Année politique Suisse 1993 : Grundlagen der Staatsordnung / Rechtsordnung / Strafrecht
Erstmals seit 1988 ist 1992 die Gesamtheit der bei der Polizei angezeigten Verbrechen und Vergehen wieder zurückgegangen. Ausschlaggebend für diese Entwicklung war eine Abnahme bei den gemeldeten Diebstählen; die angezeigten Gewaltdelikte wie Raub oder Körperverletzung nahmen jedoch weiterhin zu
[25]. Die wachsende Angst eines Teils der Bevölkerung, Opfer eines Verbrechens zu werden, liess die öffentliche resp. die
innere Sicherheit auch zu einem wichtigen politischen Thema werden. Nach einer recht emotionalen Debatte im Sommer präsentierten im Oktober sowohl die FDP als auch die CVP ihre Thesen und Vorschläge zu dieser Problematik. Bei der Ursachenforschung vermieden beide Parteien Schuldzuweisungen an politische Gegner oder bestimmte Bevölkerungsgruppen. Sie machten für die wachsende Kriminalität eher allgemeine gesellschaftliche Entwicklungen wie zunehmende Anonymität und Wertewandel verantwortlich. Als Gegenmittel schlugen sie einen Ausbau der Strafverfolgungs- und -vollzugsbehörden vor, was freilich nicht ohne zusätzliches Personal und neue Strafvollzugsanstalten zu bewerkstelligen wäre. Auch Exponenten der SVP äusserten sich in ähnlicher Weise. Bundesrat Koller beauftragte eine verwaltungsinterne Arbeitsgruppe mit der Abklärung der Frage, welche Beiträge das EJPD zur Verbesserung der Situation leisten kann
[26]. Wenig Resonanz fand dieses Thema bei der SP, die zwar ebenfalls Vollzugsprobleme konstatierte, sonst aber den Verdacht äusserte, dass dieses Thema von den bürgerlichen Parteien hochgespielt werde, um von den wirtschaftlichen Problemen abzulenken und um Wählerstimmen zu erobern. Zumindest im lokalen Rahmen wurde ihre Anschuldigung bestätigt, als die Zürcher SVP in Wahlkampfinseraten die "Linken und Netten" für die zunehmende Kriminalität verantwortlich machte
[27].
Besondere
Vollzugsprobleme zeigten sich im Kanton Zürich.
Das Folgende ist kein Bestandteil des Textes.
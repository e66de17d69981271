import { HOUR_S } from '../climate/climate-year.ts'
import type { YearTrace } from '../year/year-trace.ts'
import { firewood, type Firewood, type Fuel } from './firewood.ts'
import { DAYS, J_PER_KWH, MONTH_OF_HOUR, dailyMeans, dateOfDay, sum, type DayDate } from './months.ts'

/** How an element takes part in the carry-over. */
export type StoreRole = 'ground' | 'mass' | 'shell'

/** A part that holds heat. */
export interface HeldHeat {
  /** Element, with the part of the section where one is meant. */
  readonly name: string
  readonly element: string
  readonly role: StoreRole
  /** At the peak of the whole store minus at its trough, so that the parts add up [kWh]. */
  readonly held_kWh: number
  /** The part's own highest and lowest day, and what lies between [kWh]. */
  readonly own: { readonly peak: DayDate; readonly trough: DayDate; readonly swing_kWh: number }
}

/**
 * Heat through one face of the room, whole days' sums, so that what goes in by day and comes out at
 * night is left out. 12 monthly values each.
 */
export interface FaceExchange {
  readonly name: string
  readonly element: string
  readonly role: StoreRole
  /** Days on which it took more than it gave. */
  readonly putIn_kWh: number[]
  /** Days on which it gave more than it took, positive. */
  readonly cameBack_kWh: number[]
  /** Into the face: from the trough to the peak of the store, and from the peak to the trough (negative: it gave). */
  readonly charging_kWh: number
  readonly returning_kWh: number
  /** Into the face over the whole year. */
  readonly net_kWh: number
}

export interface CarryOver {
  readonly peak: DayDate
  readonly trough: DayDate
  /** Held at the peak above the trough by ground and interior mass. */
  readonly held_kWh: number
  /** Held above the trough by day of the year, 365 values. */
  readonly day_kWh: number[]
  readonly stores: HeldHeat[]
  readonly faces: FaceExchange[]
  /** Through the faces of ground and interior mass, over the year, warm and cold spells included. */
  readonly putIn_kWh: number
  readonly cameBack_kWh: number
  /** Net through the same faces from the trough to the peak, into them. */
  readonly charged_kWh: number
  /** Net through the same faces from the peak to the trough, out of them; negative where the room fed the ground all winter. */
  readonly returned_kWh: number
  /** From ground and interior mass to the outdoors and the deep ground, over the year: put in, not come back, and not kept. */
  readonly leaked_kWh: number
  /** What ground and interior mass hold more at the year's end than at its start; nothing in the repeating year. */
  readonly kept_kWh: number
  readonly firewood: { readonly held: Firewood; readonly cameBack: Firewood; readonly returned: Firewood }
}

export interface CarryOverSettings {
  /** Length of each section [m], by the element's name. */
  readonly length_m: Readonly<Record<string, number>>
  /** Layered elements that pass heat outdoors: they are shown but not counted, since what they give back came through them. */
  readonly shell: ReadonlySet<string>
  readonly fuel: Fuel
  readonly stoveEfficiency: number
}

/**
 * Carry-over: heat that ground and interior mass hold at the year's highest day above its lowest, when
 * it went in, through which face it came back, and how much leaked away.
 *
 * Held heat is the daily mean. For a section it is what its heat probes say (`heat:…`, J per metre of
 * length, parts that do not overlap: the ground near the house and not the far field), or the whole
 * section where there are none; for layers and water it is all that they store.
 * Soil near the surface warms in summer without any help of the house, and that is in the held heat
 * too: what the house had of it is `returned_kWh`, the net through its faces from peak to trough.
 *
 * @returns null for a house that has neither ground sections nor interior mass
 * @throws RangeError for a section with heat probes whose length is not given
 */
export function carryOver(trace: YearTrace, settings: CarryOverSettings): CarryOver | null {
  const role = new Map<string, StoreRole>(
    trace.elements.map((element) => [
      element.name,
      element.kind === 'section' ? 'ground' : settings.shell.has(element.name) ? 'shell' : 'mass',
    ]),
  )
  const counts = (element: string) => role.get(element) !== 'shell'
  const stores = heldSeries(trace, settings.length_m)
  const total = new Float64Array(DAYS)
  for (const store of stores)
    if (counts(store.element)) for (let day = 0; day < DAYS; day++) total[day] += store.day_J[day]
  if (!stores.some((store) => counts(store.element))) return null

  const { peak, trough } = highestAndLowest(total)
  const faces = trace.surfaces.map((surface) =>
    faceExchange(surface.name, surface.element, role.get(surface.element)!, surface.flow_W, trough, peak),
  )
  const counted = faces.filter((face) => counts(face.element))
  const putIn_kWh = sum(counted.map((face) => sum(face.putIn_kWh)))
  const cameBack_kWh = sum(counted.map((face) => sum(face.cameBack_kWh)))
  const charged_kWh = sum(counted.map((face) => face.charging_kWh))
  const returned_kWh = 0 - sum(counted.map((face) => face.returning_kWh))
  const held_kWh = (total[peak] - total[trough]) / J_PER_KWH
  let leaked_J = 0
  let kept_J = 0
  for (const element of trace.elements) {
    if (!counts(element.name)) continue
    leaked_J -= sum(element.outside_W) * HOUR_S
    kept_J += element.stored_J[(trace.firstHour + 8759) % 8760] - element.startStored_J
  }
  const wood = (heat_kWh: number) => firewood(heat_kWh, settings.fuel, settings.stoveEfficiency)
  return {
    peak: dateOfDay(peak),
    trough: dateOfDay(trough),
    held_kWh,
    day_kWh: Array.from(total, (held_J) => (held_J - total[trough]) / J_PER_KWH),
    stores: stores.map(({ name, element, day_J }) => {
      const own = highestAndLowest(day_J)
      return {
        name,
        element,
        role: role.get(element)!,
        held_kWh: (day_J[peak] - day_J[trough]) / J_PER_KWH,
        own: {
          peak: dateOfDay(own.peak),
          trough: dateOfDay(own.trough),
          swing_kWh: (day_J[own.peak] - day_J[own.trough]) / J_PER_KWH,
        },
      }
    }),
    faces,
    putIn_kWh,
    cameBack_kWh,
    charged_kWh,
    returned_kWh,
    leaked_kWh: leaked_J / J_PER_KWH,
    kept_kWh: kept_J / J_PER_KWH,
    firewood: {
      held: wood(held_kWh),
      cameBack: wood(cameBack_kWh),
      returned: wood(Math.max(0, returned_kWh)),
    },
  }
}

function heldSeries(trace: YearTrace, length_m: CarryOverSettings['length_m']) {
  return trace.elements.flatMap((element) => {
    const probes =
      element.kind === 'section'
        ? trace.probes.filter((probe) => probe.element === element.name && probe.name.startsWith('heat:'))
        : []
    if (probes.length === 0)
      return [{ name: element.name, element: element.name, day_J: dailyMeans(element.stored_J) }]
    const length = length_m[element.name]
    if (!(length > 0)) throw new RangeError(`carry-over: the length of section "${element.name}" is missing`)
    return probes.map((probe) => ({
      name: `${element.name}: ${probe.name.slice('heat:'.length)}`,
      element: element.name,
      day_J: dailyMeans(probe.value).map((heat_Jm) => heat_Jm * length),
    }))
  })
}

function highestAndLowest(day_J: Float64Array): { peak: number; trough: number } {
  let peak = 0
  let trough = 0
  for (let day = 1; day < DAYS; day++) {
    if (day_J[day] > day_J[peak]) peak = day
    if (day_J[day] < day_J[trough]) trough = day
  }
  return { peak, trough }
}

function faceExchange(
  name: string,
  element: string,
  role: StoreRole,
  flow_W: Float64Array,
  trough: number,
  peak: number,
): FaceExchange {
  const putIn_kWh = new Array<number>(12).fill(0)
  const cameBack_kWh = new Array<number>(12).fill(0)
  let charging_kWh = 0
  let returning_kWh = 0
  const daily = dailyMeans(flow_W)
  for (let day = 0; day < DAYS; day++) {
    const heat_kWh = (daily[day] * 24) / 1000
    const month = MONTH_OF_HOUR[day * 24]
    if (heat_kWh > 0) putIn_kWh[month] += heat_kWh
    else cameBack_kWh[month] -= heat_kWh
    // Days on the way round the year from the trough up to the peak.
    const isCharging = trough < peak ? day > trough && day <= peak : day > trough || day <= peak
    if (isCharging) charging_kWh += heat_kWh
    else returning_kWh += heat_kWh
  }
  return {
    name,
    element,
    role,
    putIn_kWh,
    cameBack_kWh,
    charging_kWh,
    returning_kWh,
    net_kWh: charging_kWh + returning_kWh,
  }
}
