export interface IndoorClimate {
  readonly air_C: number
  readonly radiant_C: number
  /** Relative to the body [m/s]. */
  readonly airSpeed_ms: number
  readonly vapour_Pa: number
  /** Metabolic rate [met], 58.15 W/m² each. */
  readonly activity_met: number
  /** External work [met]. */
  readonly work_met: number
  /** Clothing [clo], 0.155 m² K/W each. */
  readonly clothing_clo: number
}

/**
 * Predicted mean vote and predicted percentage dissatisfied. The clothing surface temperature is
 * found by the fixed-point iteration of the published code.
 *
 * Source: ISO 7730:2005, 4.1 and annex D (after P. O. Fanger 1970), from memory. Valid for votes from
 * -2 to +2, air 10 to 30 °C, radiant 10 to 40 °C, air speed up to 1 m/s, 0.8 to 4 met, up to 2 clo.
 *
 * @returns vote (-3 cold to +3 hot) and dissatisfied [%]
 * @throws RangeError when the iteration does not settle
 */
export function predictedVote(climate: IndoorClimate): {
  readonly vote: number
  readonly dissatisfied_pct: number
} {
  const { air_C, radiant_C, vapour_Pa } = climate
  const icl = 0.155 * climate.clothing_clo
  const m = 58.15 * climate.activity_met
  const mw = m - 58.15 * climate.work_met
  const fcl = icl <= 0.078 ? 1 + 1.29 * icl : 1.05 + 0.645 * icl
  const hcf = 12.1 * Math.sqrt(climate.airSpeed_ms)
  const taa = air_C + 273
  const tra = radiant_C + 273
  const p1 = icl * fcl
  const p2 = p1 * 3.96
  const p3 = p1 * 100
  const p4 = p1 * taa
  const p5 = 308.7 - 0.028 * mw + p2 * (tra / 100) ** 4
  let xn = (taa + (35.5 - air_C) / (3.5 * (6.45 * icl + 0.1))) / 100
  let xf = xn / 2
  let hc = hcf
  for (let n = 0; Math.abs(xn - xf) > 0.00015; n++) {
    if (n > 150) throw new RangeError('predicted vote: the clothing temperature does not settle')
    xf = (xf + xn) / 2
    hc = Math.max(hcf, 2.38 * Math.abs(100 * xf - taa) ** 0.25)
    xn = (p5 + p4 * hc - p2 * xf ** 4) / (100 + p3 * hc)
  }
  const tcl = 100 * xn - 273
  const skin = 3.05e-3 * (5733 - 6.99 * mw - vapour_Pa)
  const sweat = mw > 58.15 ? 0.42 * (mw - 58.15) : 0
  const breath = 1.7e-5 * m * (5867 - vapour_Pa) + 0.0014 * m * (34 - air_C)
  const radiation = 3.96 * fcl * (xn ** 4 - (tra / 100) ** 4)
  const convection = fcl * hc * (tcl - air_C)
  const vote = (0.303 * Math.exp(-0.036 * m) + 0.028) * (mw - skin - sweat - breath - radiation - convection)
  return { vote, dissatisfied_pct: 100 - 95 * Math.exp(-0.03353 * vote ** 4 - 0.2179 * vote ** 2) }
}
Vor allem als Folge der Konzentration des schweizerischen Drogenmarktes auf die Stadt Zürich waren die Gefängnisse oft dermassen überfüllt, dass die Polizei auf Verhaftungen verzichten musste, oder dass Gefangene, bei denen die Landesverweisung vollzogen werden konnte, vorzeitig entlassen wurden. Der Zürcher Regierungsrat Leuenberger (sp) kündigte gegen Jahresende den Bau von neuen Vollzugsanstalten an. Die von Zürcher Politikern aufgestellte Forderung nach einem Einsatz der Armee im Strafvollzug wurde von EMD-Chef Villiger umgehend und kategorisch abgelehnt
[28].
[26] FDP: NZZ, 29.10.93; Politische Rundschau, 72/1993, Nr. 4. CVP: Presse vom 1.11.93. SVP: BZ, 13.10.93. Koller: SGT, 29.10.93; BaZ, 28.12.93. Siehe auch A. Koller in Documenta, 1993, Nr. 3, S. 18 ff.
[27] BaZ, 29.10.93; TA, 10.11. und 12.11.93; NZZ, 16.11.93.
[28] Entlassungen: TA, 2.6. und 7.9.93. Bauprogramm: TA, 9.12. und 17.12.93. Militär-Einsatz: SoZ und Sonntags-Blick, 12.12.93; Presse vom 14.12.93. Vgl. zur Belegung der Gefängnisse auch NZZ, 27.12.93 sowie D. Droesch, "Strafvollzug. Es darf gebaut werden", in Plädoyer, 11/1993, Nr. 5, S. 10 ff.